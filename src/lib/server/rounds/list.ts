import { and, asc, desc, eq } from 'drizzle-orm';
import { event, round, track } from '@/db/schema';
import { roundFilter } from '@/lib/forms/round';
import { requireCan, type ServerContext } from '../context';
import { notFound } from '../errors';

export type RoundView = Omit<typeof round.$inferSelect, 'teamId'> & {
  eventName: string;
  trackId: string;
  trackName: string;
  timeZone: string;
};

/** The team's rounds, newest event first, in the order of the event; of one event when `eventId` is given. */
export async function listRounds(ctx: ServerContext, filter: unknown = {}): Promise<RoundView[]> {
  requireCan(ctx, 'team:view');
  const { eventId } = roundFilter.parse(filter);
  return selectRounds(ctx)
    .where(and(eq(round.teamId, ctx.team.id), eventId ? eq(round.eventId, eventId) : undefined))
    .orderBy(desc(event.startsOn), asc(event.name), asc(round.position), asc(round.createdAt));
}

/** One round of the team. Throws NOT_FOUND. */
export async function getRound(ctx: ServerContext, roundId: string): Promise<RoundView> {
  requireCan(ctx, 'team:view');
  const [view] = await selectRounds(ctx).where(and(eq(round.id, roundId), eq(round.teamId, ctx.team.id)));
  if (!view) throw notFound('round');
  return view;
}

function selectRounds(ctx: ServerContext) {
  return ctx.db
    .select({
      id: round.id,
      eventId: round.eventId,
      name: round.name,
      position: round.position,
      lane: round.lane,
      plannedAt: round.plannedAt,
      createdAt: round.createdAt,
      eventName: event.name,
      trackId: track.id,
      trackName: track.name,
      timeZone: track.timeZone,
    })
    .from(round)
    .innerJoin(event, eq(event.id, round.eventId))
    .innerJoin(track, eq(track.id, event.trackId));
}
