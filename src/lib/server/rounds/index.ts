export { getRound, listRounds, type RoundView } from './list';
export { createRound, updateRound } from './save';
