import type { ButtonHTMLAttributes } from 'react';
import { type ButtonKind, buttonClass } from '../button';

interface ButtonProps extends ButtonHTMLAttributes<HTMLButtonElement> {
  kind?: ButtonKind;
  block?: boolean;
}

/** React twin of Button.astro. `type` is "button" unless said otherwise. */
export function Button({ kind = 'plain', block = false, className, type = 'button', ...rest }: ButtonProps) {
  return <button type={type} className={buttonClass(kind, block, className)} {...rest} />;
}
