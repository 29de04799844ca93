import type { SelectHTMLAttributes } from 'react';
import { describedBy, fieldIds } from '../field';

interface SelectProps extends SelectHTMLAttributes<HTMLSelectElement> {
  name: string;
  label: string;
  options: readonly { value: string; label: string }[];
  empty?: string;
  hint?: string | undefined;
  error?: string | undefined;
  idPrefix?: string;
}

/** React twin of Select.astro. */
export function Select({ name, label, options, empty, hint, error, idPrefix, ...rest }: SelectProps) {
  const ids = fieldIds(name, idPrefix);
  return (
    <div className="field">
      <label className="label" htmlFor={ids.input}>
        {label}
      </label>
      {hint && (
        <p className="hint" id={ids.hint}>
          {hint}
        </p>
      )}
      <select
        className="select"
        {...rest}
        id={ids.input}
        name={name}
        aria-invalid={error ? true : undefined}
        aria-describedby={describedBy(ids, { hint: Boolean(hint), error: Boolean(error) })}
      >
        {empty !== undefined && <option value="">{empty}</option>}
        {options.map((option) => (
          <option key={option.value} value={option.value}>
            {option.label}
          </option>
        ))}
      </select>
      {error && (
        <p className="error" id={ids.error} role="alert">
          {error}
        </p>
      )}
    </div>
  );
}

^^^^^^^^

Problem statement: For this exercise, find all lines in the records containing the word "interface" and copy them.

Task response:
interface ButtonProps extends ButtonHTMLAttributes<HTMLButtonElement> {
interface SelectProps extends SelectHTMLAttributes<HTMLSelectElement> {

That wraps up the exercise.